Could you reproduce the lines below from the one with "dense = densify(edge.line)" through the one with "page[..., COVER] = COVER_VALID"? Keep both ends and add nothing.

━━━ Entries supplied ━━━

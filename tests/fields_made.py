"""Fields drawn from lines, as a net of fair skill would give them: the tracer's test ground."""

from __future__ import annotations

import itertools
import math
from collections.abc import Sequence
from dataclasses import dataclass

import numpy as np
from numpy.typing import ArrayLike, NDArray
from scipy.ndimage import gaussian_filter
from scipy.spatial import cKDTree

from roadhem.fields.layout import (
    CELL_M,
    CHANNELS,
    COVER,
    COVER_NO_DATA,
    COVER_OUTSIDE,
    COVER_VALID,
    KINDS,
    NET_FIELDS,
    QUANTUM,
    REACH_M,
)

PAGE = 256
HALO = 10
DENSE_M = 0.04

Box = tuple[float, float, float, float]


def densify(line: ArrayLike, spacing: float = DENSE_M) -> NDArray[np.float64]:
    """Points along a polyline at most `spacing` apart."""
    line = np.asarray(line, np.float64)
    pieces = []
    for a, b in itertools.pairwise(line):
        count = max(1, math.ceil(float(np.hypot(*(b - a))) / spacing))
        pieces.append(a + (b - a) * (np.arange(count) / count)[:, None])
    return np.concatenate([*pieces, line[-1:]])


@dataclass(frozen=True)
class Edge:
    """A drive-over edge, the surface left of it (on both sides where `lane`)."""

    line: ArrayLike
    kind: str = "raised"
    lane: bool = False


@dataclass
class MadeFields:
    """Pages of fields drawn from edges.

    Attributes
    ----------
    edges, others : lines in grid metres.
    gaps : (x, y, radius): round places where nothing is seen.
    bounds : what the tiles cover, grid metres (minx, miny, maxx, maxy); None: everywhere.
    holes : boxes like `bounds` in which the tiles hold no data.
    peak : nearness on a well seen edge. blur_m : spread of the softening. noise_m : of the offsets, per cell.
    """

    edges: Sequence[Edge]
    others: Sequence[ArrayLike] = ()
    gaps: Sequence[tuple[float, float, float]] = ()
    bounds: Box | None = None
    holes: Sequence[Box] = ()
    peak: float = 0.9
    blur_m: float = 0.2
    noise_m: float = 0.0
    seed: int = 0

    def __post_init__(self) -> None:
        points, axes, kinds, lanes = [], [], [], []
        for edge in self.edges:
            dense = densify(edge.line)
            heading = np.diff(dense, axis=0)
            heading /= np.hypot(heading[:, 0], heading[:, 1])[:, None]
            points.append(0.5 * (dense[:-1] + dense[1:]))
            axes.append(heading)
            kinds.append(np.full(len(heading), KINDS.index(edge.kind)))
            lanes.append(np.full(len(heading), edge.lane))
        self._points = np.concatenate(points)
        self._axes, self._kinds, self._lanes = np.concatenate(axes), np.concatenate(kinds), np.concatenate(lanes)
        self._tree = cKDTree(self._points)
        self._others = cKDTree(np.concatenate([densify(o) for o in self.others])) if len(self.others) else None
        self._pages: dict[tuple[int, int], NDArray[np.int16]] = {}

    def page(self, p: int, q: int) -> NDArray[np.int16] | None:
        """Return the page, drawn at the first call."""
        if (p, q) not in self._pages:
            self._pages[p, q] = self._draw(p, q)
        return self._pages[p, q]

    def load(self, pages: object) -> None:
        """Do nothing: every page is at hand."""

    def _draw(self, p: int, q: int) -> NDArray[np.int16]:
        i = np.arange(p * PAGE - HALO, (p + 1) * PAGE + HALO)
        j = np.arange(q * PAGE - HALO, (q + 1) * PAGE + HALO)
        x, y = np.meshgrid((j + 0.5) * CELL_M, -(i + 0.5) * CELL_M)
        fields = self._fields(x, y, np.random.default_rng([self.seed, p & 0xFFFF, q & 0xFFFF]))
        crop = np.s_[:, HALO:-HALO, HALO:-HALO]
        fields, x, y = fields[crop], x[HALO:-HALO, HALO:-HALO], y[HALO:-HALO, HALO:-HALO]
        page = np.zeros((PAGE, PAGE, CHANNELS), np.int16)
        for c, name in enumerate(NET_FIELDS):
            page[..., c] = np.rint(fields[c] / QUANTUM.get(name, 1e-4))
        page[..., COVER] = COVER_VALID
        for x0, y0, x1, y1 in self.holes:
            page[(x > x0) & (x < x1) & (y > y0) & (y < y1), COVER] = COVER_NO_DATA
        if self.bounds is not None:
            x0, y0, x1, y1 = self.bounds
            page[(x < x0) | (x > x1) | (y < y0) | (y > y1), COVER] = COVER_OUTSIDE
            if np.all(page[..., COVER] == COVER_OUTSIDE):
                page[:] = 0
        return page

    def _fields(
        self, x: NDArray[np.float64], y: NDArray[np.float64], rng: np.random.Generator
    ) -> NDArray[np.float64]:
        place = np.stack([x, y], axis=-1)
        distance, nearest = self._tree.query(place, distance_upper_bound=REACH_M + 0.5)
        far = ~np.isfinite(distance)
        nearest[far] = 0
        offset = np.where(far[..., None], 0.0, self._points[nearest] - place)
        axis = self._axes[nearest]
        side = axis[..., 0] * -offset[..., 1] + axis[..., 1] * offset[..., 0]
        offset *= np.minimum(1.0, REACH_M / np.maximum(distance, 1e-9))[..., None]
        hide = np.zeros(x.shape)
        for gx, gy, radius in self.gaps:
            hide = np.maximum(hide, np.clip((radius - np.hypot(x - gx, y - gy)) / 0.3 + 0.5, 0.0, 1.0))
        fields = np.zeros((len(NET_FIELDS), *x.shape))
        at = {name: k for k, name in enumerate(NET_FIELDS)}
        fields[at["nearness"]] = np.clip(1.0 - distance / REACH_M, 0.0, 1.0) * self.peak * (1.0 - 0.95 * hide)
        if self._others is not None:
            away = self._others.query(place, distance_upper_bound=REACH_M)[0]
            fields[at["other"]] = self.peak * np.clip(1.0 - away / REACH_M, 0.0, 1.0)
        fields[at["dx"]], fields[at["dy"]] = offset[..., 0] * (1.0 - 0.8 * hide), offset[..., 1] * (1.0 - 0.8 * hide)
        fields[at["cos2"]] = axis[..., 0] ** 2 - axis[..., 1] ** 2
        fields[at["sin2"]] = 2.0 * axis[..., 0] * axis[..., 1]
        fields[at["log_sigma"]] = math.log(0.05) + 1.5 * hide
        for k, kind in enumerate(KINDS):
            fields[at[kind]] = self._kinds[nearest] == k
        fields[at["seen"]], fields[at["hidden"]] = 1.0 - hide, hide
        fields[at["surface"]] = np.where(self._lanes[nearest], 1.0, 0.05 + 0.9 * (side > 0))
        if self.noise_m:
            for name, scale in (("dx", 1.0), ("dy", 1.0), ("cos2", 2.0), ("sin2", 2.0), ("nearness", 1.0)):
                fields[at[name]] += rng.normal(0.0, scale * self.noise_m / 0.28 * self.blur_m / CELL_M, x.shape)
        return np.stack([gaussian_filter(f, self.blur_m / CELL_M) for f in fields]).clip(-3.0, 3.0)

━━━

◆ Problem solution ◆
            dense = densify(edge.line)
            heading = np.diff(dense, axis=0)
            heading /= np.hypot(heading[:, 0], heading[:, 1])[:, None]
            points.append(0.5 * (dense[:-1] + dense[1:]))
            axes.append(heading)
            kinds.append(np.full(len(heading), KINDS.index(edge.kind)))
            lanes.append(np.full(len(heading), edge.lane))
        self._points = np.concatenate(points)
        self._axes, self._kinds, self._lanes = np.concatenate(axes), np.concatenate(kinds), np.concatenate(lanes)
        self._tree = cKDTree(self._points)
        self._others = cKDTree(np.concatenate([densify(o) for o in self.others])) if len(self.others) else None
        self._pages: dict[tuple[int, int], NDArray[np.int16]] = {}

    def page(self, p: int, q: int) -> NDArray[np.int16] | None:
        """Return the page, drawn at the first call."""
        if (p, q) not in self._pages:
            self._pages[p, q] = self._draw(p, q)
        return self._pages[p, q]

    def load(self, pages: object) -> None:
        """Do nothing: every page is at hand."""

    def _draw(self, p: int, q: int) -> NDArray[np.int16]:
        i = np.arange(p * PAGE - HALO, (p + 1) * PAGE + HALO)
        j = np.arange(q * PAGE - HALO, (q + 1) * PAGE + HALO)
        x, y = np.meshgrid((j + 0.5) * CELL_M, -(i + 0.5) * CELL_M)
        fields = self._fields(x, y, np.random.default_rng([self.seed, p & 0xFFFF, q & 0xFFFF]))
        crop = np.s_[:, HALO:-HALO, HALO:-HALO]
        fields, x, y = fields[crop], x[HALO:-HALO, HALO:-HALO], y[HALO:-HALO, HALO:-HALO]
        page = np.zeros((PAGE, PAGE, CHANNELS), np.int16)
        for c, name in enumerate(NET_FIELDS):
            page[..., c] = np.rint(fields[c] / QUANTUM.get(name, 1e-4))
        page[..., COVER] = COVER_VALID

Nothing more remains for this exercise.